1-Dodecylbenzene
- Names: Preferred IUPAC name Dodecylbenzene

Identifiers
- CAS Number: 29986-57-0; 123-01-3;
- 3D model (JSmol): Interactive image;
- Abbreviations: PhDo DoPh
- Beilstein Reference: 1909107
- ChemSpider: 28977;
- ECHA InfoCard: 100.004.175
- EC Number: 204-591-8;
- PubChem CID: 31237;
- RTECS number: CZ9540000;
- UNII: A2AX003680;
- CompTox Dashboard (EPA): DTXSID7026994 ;

Properties
- Chemical formula: C_{18}H_{30}
- Molar mass: 246.438 g·mol^{−1}
- Appearance: colourless liquid
- Density: 0.856 g·cm^{−3}
- Melting point: 3 °C (37 °F; 276 K)
- Boiling point: 328 °C (622 °F; 601 K)
- Solubility in water: insoluble
- Hazards: GHS labelling:
- Pictograms: GHS07: Exclamation mark GHS09: Environmental hazard
- Signal word: Warning
- Hazard statements: H315, H410, H413
- Precautionary statements: P264, P273, P280, P302+P352, P321, P332+P313, P362, P391, P501
- NFPA 704 (fire diamond): 1 1 0
- Flash point: 135 °C (275 °F; 408 K)
- Safety data sheet (SDS): https://www.sigmaaldrich.com/US/en/sds/aldrich/113239

= Dodecylbenzene =

Dodecylbenzene is an organic compound with the molecular formula C_{18}H_{30} (structurally C_{12}H_{25}C_{6}H_{5}). Dodecylbenzene is a colorless liquid with a weak odor and floats on water.

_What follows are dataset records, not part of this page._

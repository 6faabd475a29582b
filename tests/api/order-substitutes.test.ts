import { afterAll, beforeAll, describe, expect, it } from 'vitest';
import { orderDetailSchema, substituteOptionsSchema } from '../../shared/schemas/order.schema';
import { createTestApp, type TestApp } from '../setup/test-app';
import { contractorWithEstimate, merchantWithCatalogue, orderBody, type TestMerchant } from '../setup/order-scenario';
import { GABLE_CSV, signIn } from '../setup/scenario';

let t: TestApp;
beforeAll(async () => {
  t = await createTestApp({ LOGIN_RATE_LIMIT: '1000' });
});
afterAll(async () => t.close());

const TILE = 'TRS-FL420-SG';
const PLAIN = 'TRS-KP265-BR';
const BATTEN = 'TRS-BAT-3825';
const WITH_PORCH = `${GABLE_CSV.trimEnd()}\nPorch,Front,1,30,1500,2400,verge,verge,abutment\n`;

async function orderFor(m: TestMerchant, csv = GABLE_CSV) {
  const k = await contractorWithEstimate(t, m, {}, csv);
  const placed = orderDetailSchema.parse((await k.c.post('/api/orders', orderBody(k, m))).body);
  const desk = await signIn(t.app, m.salesEmail);
  return { k, desk, placed, tile: placed.lines.find((l) => l.sku === TILE)! };
}

describe('a substitute tile is offered only with the engine figures for the order’s own roof', () => {
  it('marks and refuses a plain tile for a roof with a face below its lowest pitch, naming the face', async () => {
    const m = await merchantWithCatalogue(t);
    const { desk, placed, tile } = await orderFor(m, WITH_PORCH);
    const res = await desk.get(`/api/orders/${placed.id}/lines/${tile.id}/substitutes`);
    expect(res.status, JSON.stringify(res.body)).toBe(200);
    const plain = substituteOptionsSchema.parse(res.body).options.find((o) => o.sku === PLAIN)!;
    // Plain tiles: lowest pitch 35° (NHBC Standards 7.2.19, "Pitch, gauge and lap"); the porch is at 30°.
    expect(plain.suitable).toBe(false);
    expect(plain.figures?.tile.lowest_pitch_deg).toBe(35);
    expect(plain.figures?.refused_faces).toEqual([expect.objectContaining({ building: 'Porch', face: 'Front', pitch_deg: 30 })]);
    expect(plain.reason).toContain('Porch Front');

    const offered = await desk.post(`/api/orders/${placed.id}/proposals`, {
      revision: placed.revision,
      lines: [{ line_id: tile.id, confirmed_quantity: 0, back_order_quantity: 0, substitute: { product_id: m.product(PLAIN), quantity: tile.quantity } }],
    });
    expect(offered.status).toBe(422);
    expect(JSON.stringify(offered.body.error.details)).toContain('Porch Front: 30° is below the lowest pitch');
  });

  it('offers a plain tile on a roof it suits with the engine’s count, the battens and fixings that change and the price difference', async () => {
    const m = await merchantWithCatalogue(t);
    const { k, desk, placed, tile } = await orderFor(m);
    const options = substituteOptionsSchema.parse((await desk.get(`/api/orders/${placed.id}/lines/${tile.id}/substitutes`)).body).options;
    const plain = options.find((o) => o.sku === PLAIN)!;
    expect(plain.suitable).toBe(true);
    const f = plain.figures!;
    // 2 faces of 8 m × 5 m = 80 m² of slope; plain tiles 265 × 165 at 100 mm gauge lay 60.6 a m²
    // (TRADE.md, lap and gauge: gauge = (length − headlap) ÷ 2), before cuts and waste. The first
    // (eaves) and last (top) course of each face are short tiles ordered as lines of their own
    // (common practice, no source): 2 faces × 2 courses × ⌈8000 ÷ 165⌉ pieces come off the full tiles.
    const shortCourses = 2 * 2 * Math.ceil(8000 / 165);
    expect(plain.quantity).toBeGreaterThanOrEqual(Math.floor(80 * 60.6) - shortCourses);
    expect(plain.quantity).toBeLessThan(80 * 60.6 * 1.2);
    const row = (role: string) => f.rows.find((r) => r.role === role)!;
    expect(row('tile')).toMatchObject({ changes: true, before: { sku: TILE }, after: { sku: PLAIN, packs: plain.quantity } });
    // 10 m of batten a m² at 100 mm gauge against about 2.9 m at the interlocking tile's 345 mm (same source).
    expect(row('batten').after!.packs).toBeGreaterThan(3 * row('batten').before!.packs);
    expect(row('tile_nail').changes).toBe(true);
    expect(f.refused_faces).toEqual([]);
    expect(f.price_difference_minor).toBe(f.after_total - f.before_total);
    expect(f.after_total).toBe(f.rows.reduce((s, r) => s + (r.after?.total ?? 0), 0));

    // A quantity other than the engine's is refused, saying the engine's.
    const wrong = await desk.post(`/api/orders/${placed.id}/proposals`, {
      revision: placed.revision,
      lines: [{ line_id: tile.id, confirmed_quantity: 0, back_order_quantity: 0, substitute: { product_id: m.product(PLAIN), quantity: tile.quantity } }],
    });
    expect(wrong.status).toBe(422);
    expect(JSON.stringify(wrong.body.error.details)).toContain(`the engine counts ${plain.quantity} packs`);

    const offered = await desk.post(`/api/orders/${placed.id}/proposals`, {
      revision: placed.revision,
      lines: [{ line_id: tile.id, confirmed_quantity: 0, back_order_quantity: 0, substitute: { product_id: m.product(PLAIN), quantity: plain.quantity } }],
    });
    expect(offered.status, JSON.stringify(offered.body)).toBe(201);

    // The contractor sees the same figures, side by side, before accepting.
    const seen = orderDetailSchema.parse((await k.c.get(`/api/orders/${placed.id}`)).body);
    const sub = seen.proposals[0].lines[0].substitute!;
    expect(sub.figures).toEqual(f);

    const acceptRes = await k.c.post(`/api/orders/${placed.id}/proposals/${offered.body.proposal_id}/accept`, {});
    expect(acceptRes.status, JSON.stringify(acceptRes.body)).toBe(200);
    const accepted = orderDetailSchema.parse(acceptRes.body);
    const battens = accepted.lines.find((l) => l.sku === BATTEN)!;
    const battenBefore = placed.lines.find((l) => l.sku === BATTEN)!;
    expect(battens.quantity).toBe(battenBefore.quantity + row('batten').after!.packs - row('batten').before!.packs);
    expect(accepted.lines.find((l) => l.sku === PLAIN)).toMatchObject({ status: 'substitute', quantity: plain.quantity });
    expect(accepted.lines.find((l) => l.id === tile.id)).toMatchObject({ status: 'replaced', now_quantity: 0 });
  });

  it('refuses a substitute tile for part of a tile line: two tiles are not laid on one roof', async () => {
    const m = await merchantWithCatalogue(t);
    const { desk, placed, tile } = await orderFor(m);
    const res = await desk.post(`/api/orders/${placed.id}/proposals`, {
      revision: placed.revision,
      lines: [{ line_id: tile.id, confirmed_quantity: 10, back_order_quantity: 0, substitute: { product_id: m.product(PLAIN), quantity: 100 } }],
    });
    expect(res.status).toBe(422);
    expect(res.body.error.details[0]).toMatchObject({ path: 'lines.0.substitute' });
  });

  it('keeps pack arithmetic for a substitute that is not a tile', async () => {
    const m = await merchantWithCatalogue(t);
    const { desk, placed } = await orderFor(m);
    const ridge = placed.lines.find((l) => l.category === 'ridge')!;
    const options = substituteOptionsSchema.parse((await desk.get(`/api/orders/${placed.id}/lines/${ridge.id}/substitutes`)).body).options;
    const clay = options.find((o) => o.sku === 'TRS-RCL-BR')!;
    expect(clay).toMatchObject({ suitable: true, figures: null, quantity: Math.ceil((ridge.quantity * ridge.pack_size) / clay.pack_size) });
  });

  it('answers the contractor and another merchant as not theirs to ask', async () => {
    const m = await merchantWithCatalogue(t);
    const { k, placed, tile } = await orderFor(m);
    expect((await k.c.get(`/api/orders/${placed.id}/lines/${tile.id}/substitutes`)).status).toBe(403);
    const other = await merchantWithCatalogue(t);
    const stranger = await signIn(t.app, other.salesEmail);
    expect((await stranger.get(`/api/orders/${placed.id}/lines/${tile.id}/substitutes`)).status).toBe(404);
  });
});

Dodecylbenzene is a linear alkylbenzene consisting of a dodecyl group (C_{12}H_{25}−) attached to a phenyl group (−C_{6}H_{5}). Dodecylbenzene is a precursor to sodium dodecylbenzenesulfonate, a surfactant that is a key ingredient of household laundry detergents, such as detergent powder.

==Production==
This compound and some related linear alkylbenzenes are produced industrially by alkylation of benzene with the corresponding terminal alkenes in the presence of hydrogen fluoride, aluminium trichloride, or related acids used as the catalyst:
R−CH=CH_{2} + C_{6}H_{6} → R−CH_{2}−CH_{2}−C_{6}H_{5}
The resulting linear alkylbenzene compounds are sulfonated on the benzene ring to give the corresponding sulfonic acids. The sulfonation for dodecylbenzene:
C_{12}H_{25}C_{6}H_{5} + SO_{3} → C_{12}H_{25}C_{6}H_{4}SO_{3}H
This sulfonation can be highly specific to place the sulfonic acid group across the ring, in the 4-position (para to the alkyl group). The resulting sulfonic acid is then neutralized with base to give the corresponding linear alkylbenzenesulfonate salt. The dodecylbenzenesulfonic acid reaction with the base sodium hydroxide:
C_{12}H_{25}C_{6}H_{4}SO_{3}H + OH^{−} → C_{12}H_{25}C_{6}H_{4}SO_{3}^{−} + H_{2}O
Subsequently, the finished product is blended with other components for the manufacturing of cleaning products.

Dodecylbenzene (and its isomers) are precursors to linear alkylbenzene sulfonate detergents.